**Exercise objective**
The entries below are to be repeated verbatim, in full.

**Source records**
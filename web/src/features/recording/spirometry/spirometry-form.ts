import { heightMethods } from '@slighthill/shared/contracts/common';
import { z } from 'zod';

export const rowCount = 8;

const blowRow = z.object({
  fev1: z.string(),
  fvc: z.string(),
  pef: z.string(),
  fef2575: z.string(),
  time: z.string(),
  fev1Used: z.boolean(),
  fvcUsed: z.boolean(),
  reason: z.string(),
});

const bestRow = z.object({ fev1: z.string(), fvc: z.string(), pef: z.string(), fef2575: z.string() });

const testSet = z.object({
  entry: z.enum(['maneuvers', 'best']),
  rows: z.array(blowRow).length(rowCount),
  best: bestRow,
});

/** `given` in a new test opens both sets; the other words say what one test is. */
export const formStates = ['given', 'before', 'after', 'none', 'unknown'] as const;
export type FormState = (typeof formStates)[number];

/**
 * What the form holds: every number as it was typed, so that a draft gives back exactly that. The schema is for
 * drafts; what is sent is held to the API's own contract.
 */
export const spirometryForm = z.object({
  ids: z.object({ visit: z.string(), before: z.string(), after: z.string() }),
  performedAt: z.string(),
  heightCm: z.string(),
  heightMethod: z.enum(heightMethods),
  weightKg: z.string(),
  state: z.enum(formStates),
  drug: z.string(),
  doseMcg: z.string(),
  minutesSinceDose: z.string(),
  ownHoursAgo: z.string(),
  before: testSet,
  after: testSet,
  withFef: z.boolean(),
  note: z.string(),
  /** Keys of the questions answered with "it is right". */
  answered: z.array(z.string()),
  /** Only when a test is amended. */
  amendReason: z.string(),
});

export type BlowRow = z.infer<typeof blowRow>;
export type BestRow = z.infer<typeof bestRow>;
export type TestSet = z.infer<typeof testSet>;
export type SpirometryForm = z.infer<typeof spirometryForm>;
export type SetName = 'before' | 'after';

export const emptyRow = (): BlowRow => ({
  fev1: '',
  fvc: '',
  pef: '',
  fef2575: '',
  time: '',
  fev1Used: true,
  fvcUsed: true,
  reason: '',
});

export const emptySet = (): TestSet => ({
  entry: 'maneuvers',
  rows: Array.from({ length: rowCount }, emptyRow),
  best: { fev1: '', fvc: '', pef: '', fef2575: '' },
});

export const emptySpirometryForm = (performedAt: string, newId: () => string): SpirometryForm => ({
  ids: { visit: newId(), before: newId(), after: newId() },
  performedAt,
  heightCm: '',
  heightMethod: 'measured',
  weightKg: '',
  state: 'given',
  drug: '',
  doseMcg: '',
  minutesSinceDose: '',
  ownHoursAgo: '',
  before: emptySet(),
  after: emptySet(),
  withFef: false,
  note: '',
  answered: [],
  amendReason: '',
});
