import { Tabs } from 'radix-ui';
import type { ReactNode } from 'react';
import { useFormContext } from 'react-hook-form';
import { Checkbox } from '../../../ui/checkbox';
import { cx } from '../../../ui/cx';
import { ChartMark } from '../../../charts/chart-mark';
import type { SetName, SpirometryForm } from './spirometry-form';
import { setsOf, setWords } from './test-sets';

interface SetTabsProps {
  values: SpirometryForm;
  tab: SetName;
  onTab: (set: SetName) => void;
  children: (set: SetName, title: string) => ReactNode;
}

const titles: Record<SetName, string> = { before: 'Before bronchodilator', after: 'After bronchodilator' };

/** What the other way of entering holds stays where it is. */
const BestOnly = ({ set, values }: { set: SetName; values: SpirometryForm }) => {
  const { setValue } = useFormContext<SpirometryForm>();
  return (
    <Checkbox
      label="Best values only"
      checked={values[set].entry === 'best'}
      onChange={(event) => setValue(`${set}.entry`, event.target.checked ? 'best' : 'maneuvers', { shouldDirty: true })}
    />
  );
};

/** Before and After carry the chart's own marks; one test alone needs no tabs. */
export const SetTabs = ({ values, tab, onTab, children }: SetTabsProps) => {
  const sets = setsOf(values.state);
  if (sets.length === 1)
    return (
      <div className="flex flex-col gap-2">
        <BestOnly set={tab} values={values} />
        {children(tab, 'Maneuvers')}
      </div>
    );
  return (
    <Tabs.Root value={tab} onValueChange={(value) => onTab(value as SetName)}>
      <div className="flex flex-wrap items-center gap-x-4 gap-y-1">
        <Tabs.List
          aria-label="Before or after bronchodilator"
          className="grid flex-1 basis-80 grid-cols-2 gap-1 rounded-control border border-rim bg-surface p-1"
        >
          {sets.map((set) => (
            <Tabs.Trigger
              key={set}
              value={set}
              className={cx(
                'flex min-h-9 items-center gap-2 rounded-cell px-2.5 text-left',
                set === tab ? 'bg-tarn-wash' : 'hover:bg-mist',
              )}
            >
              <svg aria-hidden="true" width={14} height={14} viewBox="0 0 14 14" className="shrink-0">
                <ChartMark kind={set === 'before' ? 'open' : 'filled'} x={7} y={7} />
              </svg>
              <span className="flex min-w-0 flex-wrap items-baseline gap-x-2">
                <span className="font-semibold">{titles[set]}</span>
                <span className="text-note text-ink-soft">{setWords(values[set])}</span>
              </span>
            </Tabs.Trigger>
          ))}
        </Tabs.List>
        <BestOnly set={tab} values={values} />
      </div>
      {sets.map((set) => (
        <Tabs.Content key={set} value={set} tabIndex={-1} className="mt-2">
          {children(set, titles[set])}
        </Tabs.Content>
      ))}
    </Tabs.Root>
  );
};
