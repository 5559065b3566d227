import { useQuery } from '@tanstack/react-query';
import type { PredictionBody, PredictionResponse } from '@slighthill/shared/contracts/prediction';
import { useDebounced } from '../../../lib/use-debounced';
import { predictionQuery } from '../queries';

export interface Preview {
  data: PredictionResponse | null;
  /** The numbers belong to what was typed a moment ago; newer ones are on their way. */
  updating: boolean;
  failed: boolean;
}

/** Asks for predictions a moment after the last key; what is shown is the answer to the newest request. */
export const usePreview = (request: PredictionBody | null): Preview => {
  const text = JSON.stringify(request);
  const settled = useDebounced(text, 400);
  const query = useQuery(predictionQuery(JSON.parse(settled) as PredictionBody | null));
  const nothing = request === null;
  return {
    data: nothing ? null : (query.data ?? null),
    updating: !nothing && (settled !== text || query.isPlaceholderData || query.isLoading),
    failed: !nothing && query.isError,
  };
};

**Answer for this exercise**
filename web/src/features/recording/spirometry/spirometry-form.ts
import { heightMethods } from '@slighthill/shared/contracts/common';
import { z } from 'zod';

export const rowCount = 8;

const blowRow = z.object({
  fev1: z.string(),
  fvc: z.string(),
  pef: z.string(),
  fef2575: z.string(),
  time: z.string(),
  fev1Used: z.boolean(),
  fvcUsed: z.boolean(),
  reason: z.string(),
});

const bestRow = z.object({ fev1: z.string(), fvc: z.string(), pef: z.string(), fef2575: z.string() });

const testSet = z.object({
  entry: z.enum(['maneuvers', 'best']),
  rows: z.array(blowRow).length(rowCount),
  best: bestRow,
});

/** `given` in a new test opens both sets; the other words say what one test is. */
export const formStates = ['given', 'before', 'after', 'none', 'unknown'] as const;
export type FormState = (typeof formStates)[number];

/**
 * What the form holds: every number as it was typed, so that a draft gives back exactly that. The schema is for
 * drafts; what is sent is held to the API's own contract.
 */
export const spirometryForm = z.object({
  ids: z.object({ visit: z.string(), before: z.string(), after: z.string() }),
  performedAt: z.string(),
  heightCm: z.string(),
  heightMethod: z.enum(heightMethods),
  weightKg: z.string(),
  state: z.enum(formStates),
  drug: z.string(),
  doseMcg: z.string(),
  minutesSinceDose: z.string(),
  ownHoursAgo: z.string(),
  before: testSet,
  after: testSet,
  withFef: z.boolean(),
  note: z.string(),
  /** Keys of the questions answered with "it is right". */
  answered: z.array(z.string()),
  /** Only when a test is amended. */
  amendReason: z.string(),
});

export type BlowRow = z.infer<typeof blowRow>;
export type BestRow = z.infer<typeof bestRow>;
export type TestSet = z.infer<typeof testSet>;
export type SpirometryForm = z.infer<typeof spirometryForm>;
export type SetName = 'before' | 'after';

export const emptyRow = (): BlowRow => ({
  fev1: '',
  fvc: '',
  pef: '',
  fef2575: '',
  time: '',
  fev1Used: true,
  fvcUsed: true,
  reason: '',
});

export const emptySet = (): TestSet => ({
  entry: 'maneuvers',
  rows: Array.from({ length: rowCount }, emptyRow),
  best: { fev1: '', fvc: '', pef: '', fef2575: '' },
});

export const emptySpirometryForm = (performedAt: string, newId: () => string): SpirometryForm => ({
  ids: { visit: newId(), before: newId(), after: newId() },
  performedAt,
  heightCm: '',
  heightMethod: 'measured',
  weightKg: '',
  state: 'given',
  drug: '',
  doseMcg: '',
  minutesSinceDose: '',
  ownHoursAgo: '',
  before: emptySet(),
  after: emptySet(),
  withFef: false,
  note: '',
  answered: [],
  amendReason: '',
});
import { Tabs } from 'radix-ui';
import type { ReactNode } from 'react';
import { useFormContext } from 'react-hook-form';
import { Checkbox } from '../../../ui/checkbox';
import { cx } from '../../../ui/cx';
import { ChartMark } from '../../../charts/chart-mark';
import type { SetName, SpirometryForm } from './spirometry-form';
import { setsOf, setWords } from './test-sets';

interface SetTabsProps {
  values: SpirometryForm;
  tab: SetName;
  onTab: (set: SetName) => void;
  children: (set: SetName, title: string) => ReactNode;
}

const titles: Record<SetName, string> = { before: 'Before bronchodilator', after: 'After bronchodilator' };

/** What the other way of entering holds stays where it is. */
const BestOnly = ({ set, values }: { set: SetName; values: SpirometryForm }) => {
  const { setValue } = useFormContext<SpirometryForm>();
  return (
    <Checkbox
      label="Best values only"
      checked={values[set].entry === 'best'}
      onChange={(event) => setValue(`${set}.entry`, event.target.checked ? 'best' : 'maneuvers', { shouldDirty: true })}
    />
  );
};

/** Before and After carry the chart's own marks; one test alone needs no tabs. */
export const SetTabs = ({ values, tab, onTab, children }: SetTabsProps) => {
  const sets = setsOf(values.state);
  if (sets.length === 1)
    return (
      <div className="flex flex-col gap-2">
        <BestOnly set={tab} values={values} />
        {children(tab, 'Maneuvers')}
      </div>
    );
  return (
    <Tabs.Root value={tab} onValueChange={(value) => onTab(value as SetName)}>
      <div className="flex flex-wrap items-center gap-x-4 gap-y-1">
        <Tabs.List
          aria-label="Before or after bronchodilator"
          className="grid flex-1 basis-80 grid-cols-2 gap-1 rounded-control border border-rim bg-surface p-1"
        >
          {sets.map((set) => (
            <Tabs.Trigger
              key={set}
              value={set}
              className={cx(
                'flex min-h-9 items-center gap-2 rounded-cell px-2.5 text-left',
                set === tab ? 'bg-tarn-wash' : 'hover:bg-mist',
              )}
            >
              <svg aria-hidden="true" width={14} height={14} viewBox="0 0 14 14" className="shrink-0">
                <ChartMark kind={set === 'before' ? 'open' : 'filled'} x={7} y={7} />
              </svg>
              <span className="flex min-w-0 flex-wrap items-baseline gap-x-2">
                <span className="font-semibold">{titles[set]}</span>
                <span className="text-note text-ink-soft">{setWords(values[set])}</span>
              </span>
            </Tabs.Trigger>
          ))}
        </Tabs.List>
        <BestOnly set={tab} values={values} />
      </div>
      {sets.map((set) => (
        <Tabs.Content key={set} value={set} tabIndex={-1} className="mt-2">
          {children(set, titles[set])}
        </Tabs.Content>
      ))}
    </Tabs.Root>
  );
};
repository 5559065b3566d227
import { useQuery } from '@tanstack/react-query';
import type { PredictionBody, PredictionResponse } from '@slighthill/shared/contracts/prediction';
import { useDebounced } from '../../../lib/use-debounced';
import { predictionQuery } from '../queries';

export interface Preview {
  data: PredictionResponse | null;
  /** The numbers belong to what was typed a moment ago; newer ones are on their way. */
  updating: boolean;
  failed: boolean;
}

/** Asks for predictions a moment after the last key; what is shown is the answer to the newest request. */
export const usePreview = (request: PredictionBody | null): Preview => {
  const text = JSON.stringify(request);
  const settled = useDebounced(text, 400);
  const query = useQuery(predictionQuery(JSON.parse(settled) as PredictionBody | null));
  const nothing = request === null;
  return {
    data: nothing ? null : (query.data ?? null),
    updating: !nothing && (settled !== text || query.isPlaceholderData || query.isLoading),
    failed: !nothing && query.isError,
  };
};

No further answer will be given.